§ Task: Return exactly the lines of the records below, starting at the line that contains "assert limit.outcome is Outcome.NOT_LIMITED" and ending at the line that contains "design = load_design(EXAMPLES", with both of those lines kept.

Segment Open

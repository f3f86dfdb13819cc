"""Measured double-pulse captures: reading oscilloscope exports into SI arrays, and analysing them."""
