"""The bring-up plan (margincheck.bringup) and its command, from a 100 V capture of the independent double-pulse
circuit (tests/captures/double_pulse_circuit.py, scipy Radau, driven gate) written as a scope CSV."""

from __future__ import annotations

import copy
import json
import math

import numpy as np
import pytest
from scipy.integrate import solve_ivp

from margincheck.bringup import SAFE_VOLTAGE, discharge_time, pulse_settings, step_voltages
from tests.captures.double_pulse_circuit import scope
from tests.captures.test_calibration import LEG


def test_the_first_pulse_charges_the_load_to_the_target_current():
    """t1 = L·I/V by hand: 50 uH · 20 A / 400 V = 2.5 us; t2 = t1/10 turns off 20 A + 400 V · 0.25 us / 50 uH."""
    pulses = pulse_settings(400.0, 20.0, 50e-6, 5e-6)
    assert pulses.first_pulse == pytest.approx(2.5e-6)
    assert pulses.second_pulse == pytest.approx(0.25e-6)
    assert pulses.second_current == pytest.approx(22.0)
    assert pulse_settings(400.0, 20.0, 50e-6, 5e-6, 1e-6).second_current == pytest.approx(28.0)


def test_the_discharge_time_matches_an_integrated_rc_discharge():
    """Against scipy's solve_ivp of C·dv/dt = −v/R, stopped at 60 V (IEC 60204-1:2016, 6.2.4)."""
    capacitance, resistance, voltage = 60e-6, 47e3, 850.0
    reached = lambda t, v: v[0] - SAFE_VOLTAGE  # noqa: E731
    reached.terminal = True
    solution = solve_ivp(lambda t, v: -v / (resistance * capacitance), (0.0, 100.0), [voltage], events=reached,
                         rtol=1e-10, atol=1e-9)
    assert discharge_time(capacitance, resistance, voltage) == pytest.approx(solution.t_events[0][0], rel=1e-6)
    assert discharge_time(capacitance, resistance, 48.0) == 0.0


def test_steps_rise_evenly_to_the_target_in_whole_5_volt_steps():
    assert step_voltages(100.0, 400.0, 5) == (160.0, 220.0, 280.0, 340.0, 400.0)
    assert step_voltages(100.0, 397.0, 4) == (175.0, 250.0, 325.0, 397.0)
    assert step_voltages(400.0, 400.0, 5) == (400.0,)


@pytest.fixture(scope="module")
def bench_capture(tmp_path_factory):
    """A 100 V capture of the driven-gate circuit as a CSV in a captures folder (the design's relative path)."""
    from tests.captures.double_pulse_circuit import Circuit, simulate
    from tests.captures.test_calibration import DRIVEN

    channels = scope(simulate(Circuit(bus_voltage=100.0, start_current=19.4, **DRIVEN)))
    folder = tmp_path_factory.mktemp("bench")
    (folder / "captures").mkdir()
    rows = np.column_stack([channels[name] for name in ("time", "v_ds", "i_d", "v_gs")])
    np.savetxt(folder / "captures" / "q1-100v.csv", rows, delimiter=",", header="time,v_ds,i_d,v_gs", comments="")
    return folder


def _design(folder, v_ds_max: str = "1200 V", v_gs_min: str = "-10 V") -> str:
    """The leg with the capture; its gate's negative rating wide enough for the shared source's spike."""
    data = copy.deepcopy(LEG)
    data["devices"]["dut"]["ratings"] |= {"v_ds_max": v_ds_max, "v_gs_min": v_gs_min}
    data["capacitors"] = [{"ref": "C1", "rated_voltage": "500 V", "capacitance": "100 uF"}]
    data["captures"] = [{"file": "captures/q1-100v.csv", "switch": "Q1", "bus_voltage": "100 V",
                         "load_inductance": "50 uH"}]
    import yaml

    path = folder / f"leg-{v_ds_max.replace(' ', '')}{v_gs_min.replace(' ', '')}.yaml"
    path.write_text(yaml.safe_dump(data, sort_keys=False), encoding="utf-8")
    return str(path)


def test_the_plan_reaches_the_target_when_every_predicted_peak_is_inside(bench_capture, run_cli):
    code, out, err = run_cli("bring-up", _design(bench_capture), "--format", "json", "--bleeder", "47 kohm")
    plan = json.loads(out)
    assert (code, err) == (0, "")
    assert plan["format"] == "margincheck-bring-up/1"
    assert plan["planned_steps"] == len(plan["steps"]) == 5
    assert [step["bus_voltage"]["magnitude"] for step in plan["steps"]] == [160, 220, 280, 340, 400]
    last = plan["steps"][-1]
    assert last["first_pulse"] == {"magnitude": pytest.approx(2.5e-6), "units": "s"}
    # 0.5 * 100 uF * (400 V)^2 = 8 J; 47 kohm * 100 uF * ln(400/60)
    assert last["stored_energy"]["magnitude"] == pytest.approx(8.0)
    assert last["discharge_time"]["magnitude"] == pytest.approx(4.7 * math.log(400 / 60), rel=1e-4)
    assert {finding["rule"] for finding in plan["measured"]} >= {"turn-off-overshoot", "gate-on-voltage"}
    assert all(finding["basis"].startswith("measured") for finding in plan["measured"])
    assert {item["name"] for item in plan["calibration"]["values"]} == {
        "loop_inductance", "quality_factor", "common_source_inductance"}
    assert any(finding["rule"] == "turn-off-overshoot" for finding in plan["predicted"])
    assert plan["predicted_failures"] == []
    assert any("discharge" in caution.lower() for caution in plan["cautions"])


def test_a_predicted_fail_of_another_rule_is_named_and_fails_the_gate(bench_capture, run_cli):
    """-8 V rating: the calibrated model's gate-off spike (about -8.4 V) fails its -7.2 V derated limit at the
    worst case, although every step's peak is inside."""
    code, out, _ = run_cli("bring-up", _design(bench_capture, v_gs_min="-8 V"), "--format", "json")
    plan = json.loads(out)
    assert code == 1
    assert plan["planned_steps"] == len(plan["steps"])
    assert "gate-off-voltage for Q1" in plan["predicted_failures"]


def test_the_plan_stops_at_the_last_step_inside_the_derated_limit(bench_capture, run_cli):
    """v_ds_max 475 V: a derated limit of 380 V (0.8 x) lies between the predicted peaks of two steps."""
    code, out, _ = run_cli("bring-up", _design(bench_capture, "475 V"), "--format", "json", "--set",
                           "design.revision=B")
    plan = json.loads(out)
    limit = plan["limit"]["magnitude"]
    assert (code, limit) == (1, pytest.approx(380.0))
    planned = [step for step in plan["steps"] if step["planned"]]
    refused = [step for step in plan["steps"] if not step["planned"]]
    assert planned and refused
    def threshold(step):  # the bus plus the predicted overshoot raised by the 20 % stop tolerance
        bus = step["bus_voltage"]["magnitude"]
        return bus + 1.2 * (step["predicted_peak"]["magnitude"] - bus)

    assert all(threshold(step) <= limit for step in planned)
    assert threshold(refused[0]) > limit
    for step in plan["steps"]:
        assert step["stop_above"]["magnitude"] == pytest.approx(min(threshold(step), limit))
    assert f"{refused[0]['bus_voltage']['magnitude']:g} V" in plan["stop_reason"]
    # traceable: every input with its hash, and the override of this run
    assert plan["design"]["inputs"][0]["sha256"] and plan["overrides"][0]["set"] == "design.revision=B"


def test_a_capture_whose_level_disagrees_with_its_declared_bus_is_not_a_basis(bench_capture, run_cli):
    """The 100 V capture declared as a 300 V test (a wrong bus_voltage, unit or attenuation): no step."""
    code, out, _ = run_cli("bring-up", _design(bench_capture), "--format", "json", "--set",
                           "captures[0].bus_voltage=300 V")
    plan = json.loads(out)
    assert (code, plan["planned_steps"]) == (1, 0)
    assert "settles at" in plan["stop_reason"] and "check bus_voltage" in plan["stop_reason"]


def test_steps_above_the_design_are_refused(bench_capture, run_cli):
    code, out, _ = run_cli("bring-up", _design(bench_capture), "--format", "json", "--voltages", "200,600")
    plan = json.loads(out)
    assert (code, plan["planned_steps"], plan["steps"]) == (1, 0, [])
    assert "600 V, is above the design's highest bus voltage 400 V" in plan["stop_reason"]


def test_the_plan_as_a_markdown_checklist(bench_capture, run_cli):
    code, out, _ = run_cli("bring-up", _design(bench_capture), "--format", "markdown", "--voltages", "200,400")
    assert code == 0
    assert out.count("| [ ] |") == 2
    assert "## Cautions" in out and "The plan stops after step 2" in out


def test_a_design_without_captures_is_a_located_error(write_design, run_cli):
    code, _, err = run_cli("bring-up", write_design(LEG))
    assert code == 2
    assert "captures: the design has no captures: section" in err
    assert len(err.strip().splitlines()) == 1


def test_the_picture_overlays_the_fitted_model(bench_capture, run_cli, tmp_path):
    pytest.importorskip("matplotlib")
    picture = tmp_path / "plan.svg"
    code, _, err = run_cli("bring-up", _design(bench_capture), "--voltages", "400", "--plot", picture)
    assert (code, err) == (0, "")
    text = picture.read_text(encoding="utf-8")
    assert "fitted model, turn-off" in text and "fitted model, turn-on" in text
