"""``margincheck headroom``: the limits it reports hold when re-checked through the rules on their own, the
outcomes (limited, already failing, fails throughout, not limited, not searched), the JSON shape and the CLI.

Two small designs keep this fast: ``SMALL`` (exact inputs, so each cell simulation has one corner) and ``CHEAP``
(the same without c_oss, so no cell is simulated and only the arithmetic rules count).
"""

from __future__ import annotations

import dataclasses
import json

import pytest

from margincheck.design import load_design
from margincheck.findings import Status
from margincheck.headroom import (
    DOWN,
    LOOP_REACH,
    RESOLUTION,
    STRESS_FLOOR,
    UP,
    Outcome,
    find_headroom,
    headroom_rows,
    scaled_design,
)
from margincheck.intervals import Interval
from margincheck.rules import RULES, evaluate_design
from tests.conftest import EXAMPLES

SMALL = """\
format: margincheck/1
design:
  title: Small GaN half-bridge for the headroom tests (illustrative)
conditions:
  bus_voltage: {bus}
  turn_off_current: 30 A
commutation_loop:
  inductance: 1.0 nH
  resistance: 15 mohm
devices:
  demo-gan100:
    technology: gan-hemt
    ratings:
      v_ds_max: 100 V
      v_gs_max: 7 V
      v_gs_min: -4 V
      i_d_pulse: 120 A
    characteristics:
      v_gs_th: 1.5 V
      v_gs_th_hot: {{v_gs_th: 1.3 V, t_j: 150 degC}}
      transconductance: 50 S
      c_iss: 1.0 nF
      c_rss: 8 pF
{c_oss}      r_g_internal: 0.4 ohm
switches:
  - ref: Q1
    device: demo-gan100
    leg: HB
    source_connection: kelvin
    common_source_inductance: 0.1 nH
    driver_cmti: 300 kV/us
    gate_drive: {{on: {on}, off: 0 V, r_on: 15 ohm, r_off: 1 ohm}}
  - ref: Q2
    device: demo-gan100
    leg: HB
    source_connection: kelvin
    common_source_inductance: 0.1 nH
    driver_cmti: 300 kV/us
    gate_drive: {{on: 5 V, off: 0 V, r_on: 15 ohm, r_off: 1 ohm}}
capacitors:
  - ref: C1
    rated_voltage: 100 V
"""
#: The steady-voltage limit of the default policy: 0.75 * v_ds_max (design.md section 4).
STEADY_LIMIT = 0.75 * 100.0


def small_text(bus: str = "48 V", on: str = "5 V", simulated: bool = True) -> str:
    """The small design; without ``simulated`` it has no c_oss, so no cell simulation runs."""
    return SMALL.format(bus=bus, on=on, c_oss="      c_oss: 300 pF\n" if simulated else "")


@pytest.fixture(scope="module")
def folder(tmp_path_factory):
    return tmp_path_factory.mktemp("headroom")


def _design(folder, name: str, text: str):
    path = folder / name
    path.write_text(text, encoding="utf-8")
    return load_design(path)


def _limit(design, subject: str, parameter: str, direction: int = UP):
    rows = [row for row in headroom_rows(design, evaluate_design(design))
            if (row.subject, row.parameter, row.direction) == (subject, parameter, direction)]
    return find_headroom(design, rows).limits[0]


@pytest.fixture(scope="module")
def small(folder):
    return _design(folder, "small.yaml", small_text())


@pytest.fixture(scope="module")
def bus_limit(small):
    return _limit(small, "Q1", "bus_voltage")


def _at_bus(design, factor: float):
    """The design at ``factor`` times its bus voltage, evaluated through the rules (not the search code)."""
    bus = design.conditions.bus_voltage
    what_if = dataclasses.replace(design, conditions=dataclasses.replace(
        design.conditions, bus_voltage=Interval(bus.low * factor, bus.nominal * factor, bus.high * factor)))
    return {(finding.rule, finding.subject): finding for finding in evaluate_design(what_if)}


def test_at_the_highest_bus_voltage_every_counted_finding_of_the_switch_passes(small, bus_limit):
    assert bus_limit.outcome is Outcome.LIMITED
    at_design = _at_bus(small, 1.0)
    at_limit = _at_bus(small, bus_limit.factor)
    counted = [key for key, finding in at_design.items() if key[1] == "Q1" and finding.status is not
               Status.NOT_EVALUATED]
    assert counted and set(counted) == set(bus_limit.row.counted)
    assert {key: at_limit[key].status for key in counted if at_limit[key].status not in
            (Status.PASS, Status.MARGINAL)} == {}


def test_one_percent_above_the_highest_bus_voltage_the_named_rule_fails(small, bus_limit):
    binding = bus_limit.binding
    above = _at_bus(small, bus_limit.factor * 1.01)
    assert above[(binding.rule, binding.subject)].status is Status.FAIL, binding


def test_the_limit_is_bisected_to_the_stated_resolution(bus_limit):
    assert 1.0 < bus_limit.beyond / bus_limit.factor <= 1.0 + RESOLUTION


def test_the_steady_voltage_limit_is_bracketed_when_nothing_else_counts(folder):
    """Without a cell simulation the bus is bounded by the bus-voltage rule alone: 0.75 * 100 V."""
    design = _design(folder, "cheap.yaml", small_text(simulated=False))
    limit = _limit(design, "Q1", "bus_voltage")
    assert limit.binding.rule == "bus-voltage"
    assert 48.0 * limit.factor <= STEADY_LIMIT <= 48.0 * limit.beyond
    assert limit.value.high == pytest.approx(48.0 * limit.factor)


def test_a_design_above_its_limit_is_already_failing_with_the_highest_passing_value_below(folder):
    design = _design(folder, "over.yaml", small_text(bus="80 V", simulated=False))
    headroom = find_headroom(design, [row for row in headroom_rows(design, evaluate_design(design))
                                      if row.parameter == "bus_voltage" and row.subject == "Q1"])
    limit = headroom.limits[0]
    assert limit.outcome is Outcome.ALREADY_FAILING
    assert 80.0 * limit.factor <= STEADY_LIMIT <= 80.0 * limit.beyond < 80.0
    assert (limit.binding.rule, limit.binding.subject) == ("bus-voltage", "Q1")
    assert headroom.exit_code == 1


def test_a_fail_no_bus_voltage_cures_fails_throughout_the_searched_range(folder):
    """An on-level above 0.9 * v_gs_max fails at every bus voltage."""
    design = _design(folder, "gate.yaml", small_text(on="7 V", simulated=False))
    limit = _limit(design, "Q1", "bus_voltage")
    assert limit.outcome is Outcome.FAILS_THROUGHOUT
    assert limit.beyond == STRESS_FLOOR and limit.factor is None
    assert limit.binding.rule == "gate-on-voltage"


def test_a_faster_turn_on_is_limited_by_a_finding_of_the_leg(small):
    limit = _limit(small, "Q1", "r_on", DOWN)
    assert limit.outcome is Outcome.LIMITED
    assert limit.factor < 1.0 and limit.beyond < limit.factor
    assert limit.binding.subject in ("Q1", "Q2") and limit.binding.status is Status.FAIL


def test_findings_not_evaluated_at_the_design_are_not_counted_and_nothing_else_limits_the_loop(folder):
    """Without c_oss no cell is simulated: no counted finding reads the loop inductance."""
    design = _design(folder, "cheap.yaml", small_text(simulated=False))
    limit = _limit(design, "Q1", "loop_inductance")
    assert "turn-off-overshoot" in {finding.rule for finding in limit.row.not_counted}
    assert all(rule != "turn-off-overshoot" for rule, _ in limit.row.counted)
    assert limit.outcome is Outcome.NOT_LIMITED and limit.factor == LOOP_REACH and limit.binding is None
    assert limit.at_limit.status in (Status.PASS, Status.MARGINAL)


def test_an_input_the_design_does_not_give_is_not_searched(folder):
    design = _design(folder, "no-current.yaml", small_text(simulated=False).replace("  turn_off_current: 30 A\n", ""))
    limit = _limit(design, "Q1", "turn_off_current")
    assert limit.outcome is Outcome.NOT_SEARCHED
    assert "no turn-off current" in limit.reason


def test_a_what_if_design_scales_the_whole_interval_and_starts_with_an_empty_memo():
    design = load_design(EXAMPLES / "gan-48v-stage.yaml")
    RULES["bus-voltage"].check(design.switches[0], design)
    what_if = scaled_design(design, "bus_voltage", 1.5)
    bus = what_if.conditions.bus_voltage
    assert (bus.low, bus.nominal, bus.high) == pytest.approx((60.0, 72.0, 81.0))
    assert bus.distribution == design.conditions.bus_voltage.distribution
    assert what_if.memo == {} and design.memo
    resistor = scaled_design(design, "r_off", 0.5, "Q2")
    assert resistor.switches[1].gate_drive.r_off.nominal == pytest.approx(0.5)
    assert resistor.switches[0].gate_drive == design.switches[0].gate_drive


@pytest.fixture(scope="module")
def cheap_file(folder):
    path = folder / "cli-cheap.yaml"
    path.write_text(small_text(simulated=False), encoding="utf-8")
    return path


def test_json_report_shape(cheap_file, run_cli):
    code, out, _ = run_cli("headroom", cheap_file, "--format", "json")
    assert code == 0 and out.isascii()
    report = json.loads(out)
    assert report["format"] == "margincheck-headroom/1"
    assert report["evaluations"]["rule_evaluations"] > report["evaluations"]["designs"] > 1
    first = report["limits"][0]
    assert (first["subject"], first["parameter"], first["direction"], first["outcome"]) == \
        ("Q1", "bus_voltage", "highest", "limited")
    assert first["value"]["high"]["units"] == "V"
    assert first["value"]["high"]["magnitude"] == pytest.approx(48.0 * first["factor"])
    assert first["binding"]["rule"] == "bus-voltage" and first["binding"]["status"] == "fail"
    assert {"rule": "turn-off-overshoot", "subject": "Q1", "missing": ["devices.demo-gan100.characteristics.c_oss"]} \
        in first["not_counted"]
    assert {item["parameter"] for item in report["design_limits"]} == {"bus_voltage", "turn_off_current"}
    assert report["cautions"] and "LETHAL" in " ".join(report["cautions"])


def test_text_report_fits_80_columns_and_ends_with_the_cautions(cheap_file, run_cli):
    code, out, _ = run_cli("headroom", cheap_file)
    assert code == 0
    assert max(len(line) for line in out.splitlines()) <= 80
    assert "highest bus voltage" in out and "binds: bus-voltage for Q1" in out
    assert out.index("cautions") > out.index("capacitors") and out.rstrip().endswith("exit code    0")


def test_untrusted_text_is_shown_escaped(folder, run_cli):
    path = folder / "hostile.yaml"
    text = small_text(simulated=False).replace("title: Small", 'title: "\\e[2J[red]x[/red]" #', 1)
    path.write_text(text, encoding="utf-8")
    code, out, _ = run_cli("headroom", path)
    assert code == 0 and "\x1b" not in out and "\\x1b[2J[red]x[/red]" in out


def test_cli_exit_code_is_1_when_the_design_already_fails(folder, run_cli):
    path = folder / "cli-over.yaml"
    path.write_text(small_text(bus="80 V", simulated=False), encoding="utf-8")
    code, out, _ = run_cli("headroom", path)
    assert code == 1 and "ALREADY FAILING" in out


def test_bad_input_exits_2_with_a_located_message(folder, run_cli):
    path = folder / "bad.yaml"
    path.write_text(small_text(bus="48 A", simulated=False), encoding="utf-8")
    code, out, err = run_cli("headroom", path)
    assert code == 2 and out == ""
    assert f"{path}:5:" in err and "conditions.bus_voltage" in err


def test_output_file_is_written_and_never_over_an_input(cheap_file, folder, run_cli):
    target = folder / "out" / "headroom.json"
    assert run_cli("headroom", cheap_file, "--format", "json", "--output", target)[0] == 0
    assert json.loads(target.read_text(encoding="utf-8"))["format"] == "margincheck-headroom/1"
    code, _, err = run_cli("headroom", cheap_file, "--output", cheap_file)
    assert code == 2 and "over an input file" in err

Segment Closed

§ Written response:
    assert limit.outcome is Outcome.NOT_LIMITED and limit.factor == LOOP_REACH and limit.binding is None
    assert limit.at_limit.status in (Status.PASS, Status.MARGINAL)


def test_an_input_the_design_does_not_give_is_not_searched(folder):
    design = _design(folder, "no-current.yaml", small_text(simulated=False).replace("  turn_off_current: 30 A\n", ""))
    limit = _limit(design, "Q1", "turn_off_current")
    assert limit.outcome is Outcome.NOT_SEARCHED
    assert "no turn-off current" in limit.reason


def test_a_what_if_design_scales_the_whole_interval_and_starts_with_an_empty_memo():
    design = load_design(EXAMPLES / "gan-48v-stage.yaml")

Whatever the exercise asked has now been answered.